China, Russia and Iran call for end to US sanctions on Iran, urge holding talks

At summit, three allies say ‘dialogue based on the principle of mutual respect’ is only viable option to resolving issue of Tehran’s nuclear program

By AP and ToI Staff14 March 2025, 1:16 pm

 

From left, Russian Deputy Foreign Minister Sergei Ryabkov, Chinese Vice Foreign Minister Ma Zhaoxu and Iranian Deputy Foreign Minister Kazem Gharibabadi, meet with reporters after their meeting at Diaoyutai State Guest House on March 14, 2025 in Beijing, China. (Lintao Zhang/Pool Photo via AP)

From left, Russian Deputy Foreign Minister Sergei Ryabkov, Chinese Vice Foreign Minister Ma Zhaoxu and Iranian Deputy Foreign Minister Kazem Gharibabadi, meet with reporters after their meeting at Diaoyutai State Guest House on March 14, 2025 in Beijing, China. (Lintao Zhang/Pool Photo via AP)

TAIPEI, Taiwan — Representatives of China, Russia and Iran called Friday for an end to US sanctions on Iran over its rapidly advancing nuclear program and for a restart of multinational talks on the issue.

The talks are the latest attempt to broach the matter and come after US President Donald Trump wrote to Iran’s supreme leader in an attempt to jumpstart talks.

The letter, which hasn’t been published, was offered as Trump levied new sanctions on Iran as part of his “maximum pressure” campaign that holds out the possibility of military action while emphasizing he still believed a new deal could be reached.

Supreme Leader Ayatollah Ali Khamenei on Wednesday rejected the US offer for negotiations on the nuclear issue.

The three nations whose officials met Friday morning “emphasized the necessity of terminating all unlawful unilateral sanctions,” China’s Vice Foreign Minister Ma Zhaoxu read from a joint statement, flanked by Russia’s Deputy Foreign Minister Ryabkov Sergey Alexeevich and Iran’s Deputy Foreign Minister Kazem Gharibabadi.

“The three countries reiterated that political and diplomatic engagement and dialogue based on the principle of mutual respect remains the only viable and practical option in this regard,” Ma read.

Chinese Foreign Minister Wang Yi was due to meet with the representatives later in the day.

US President Donald Trump (left) speaks in the Oval Office of the White House on March 6, 2025 in Washington, DC. (Alex Wong/Getty Images/AFP); Iran’s supreme leader Ali Khamenei attends a meeting with a group of defense officials, in Tehran, February 12, 2025. (Office of the Iranian Supreme Leader via AP)

Khamenei has mocked Trump, saying he isn’t interested in talks with a “bullying government,” although Iranian officials have offered conflicting signals over the possibility of negotiations. Trump sent a letter to Khamenei in 2019 with no apparent effect on rising tensions.

China and Russia are both permanent members of the UN Security Council, and they took part, along with fellow UNSC members France and Britain, in the original 2015 Iran nuclear deal preliminary framework agreement alongside Germany and the European Union. Trump withdrew the United States from the accord in 2018.

China and Russia have particularly close relations with Iran through energy deals, and Iran has provided Russia with bomb-carrying drones in its war against Ukraine.

They are also seen as sharing a joint interest in diminishing the role of the US and other liberal democracies in determining world events in favor of their own highly authoritarian systems.

Iran insists its nuclear program is peaceful. However, its officials increasingly threaten to pursue a nuclear weapon and regularly threaten to flatten Israeli cities. Iran now enriches uranium to near weapons-grade levels of 60 percent, the only country in the world without a nuclear weapons program to do so. The UN nuclear agency and Western analysts say only countries seeking an atomic bomb enrich uranium to that level.

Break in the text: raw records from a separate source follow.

# Unit conversions below are the SI prefixes and derived units of the BIPM SI Brochure
# (9th edition, 2019), Tables 4 and 7; 1 mrad = 1e-3 rad by the milli prefix.
WAVELENGTH = QuantityField(name="wavelength", unit="m", display_unit="nm", minimum=180e-9, maximum=1e-3)
POWER = QuantityField(name="average power", unit="W", minimum=0.0, inclusive_minimum=False, required=False)
DURATION = QuantityField(name="pulse duration", unit="s", minimum=0.0, inclusive_minimum=False, required=False)
DIVERGENCE = QuantityField(name="full-angle divergence", unit="rad", display_unit="mrad", minimum=0.0,
                           required=False)
DIAMETER = QuantityField(name="beam diameter", unit="m", minimum=0.0, inclusive_minimum=False, required=False)

ACCEPTED: list[tuple[QuantityField, object, float | None]] = [
    (WAVELENGTH, "532 nm", 532e-9),
    (WAVELENGTH, "532nm", 532e-9),
    (WAVELENGTH, "1.064 um", 1.064e-6),
    (WAVELENGTH, "1.064 µm", 1.064e-6),
    (WAVELENGTH, "10.6 micrometer", 10.6e-6),
    (WAVELENGTH, "5.32e-07", 532e-9),  # a bare number is in the documented SI unit
    (WAVELENGTH, 5.32e-07, 532e-9),
    (WAVELENGTH, "180 nm", 180e-9),  # the lower edge of the limit sets is allowed
    (POWER, "5 mW", 5e-3),
    (POWER, "2.5 kW", 2.5e3),
    (POWER, "0.02", 0.02),
    (POWER, "", None),
    (DURATION, "10 ns", 10e-9),
    (DURATION, "1 ms", 1e-3),
    (DURATION, "120 fs", 120e-15),
    (DIAMETER, "2.3 mm", 2.3e-3),
    (DIAMETER, "0.5 cm", 5e-3),
    (DIVERGENCE, "0.5 mrad", 5e-4),
    (DIVERGENCE, "0", 0.0),  # collimated
]


@pytest.mark.parametrize(("field", "typed", "expected"), ACCEPTED)
def test_the_quantity_field_reads_numbers_and_units_as_si(field: QuantityField, typed: object,
                                                          expected: float | None) -> None:
    value = field.clean(typed)
    if expected is None:
        assert value is None
    else:
        assert value == pytest.approx(expected, rel=1e-12)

This photo released November 5, 2019, by the Atomic Energy Organization of Iran shows centrifuge machines in Natanz uranium enrichment facility near Natanz, Iran. (Atomic Energy Organization of Iran via AP, File)

Under the original 2015 nuclear deal, Iran was allowed to enrich uranium only up to 3.67% purity and to maintain a uranium stockpile of 300 kilograms (661 pounds). The last report by the International Atomic Energy Agency on Iran’s program put its stockpile at 8,294.4 kilograms (18,286 pounds) as it enriches a fraction of it to 60% purity.

While Iran has maintained it won’t negotiate under duress, its economy has been savaged by the US sanctions. Protests over women’s rights, the economy and Iran’s theocracy in recent years have shaken its government.

China has sought to become more involved in Middle Eastern affairs, and a year ago hosted talks leading to the full restoration of diplomatic ties between Saudi Arabia and Iran.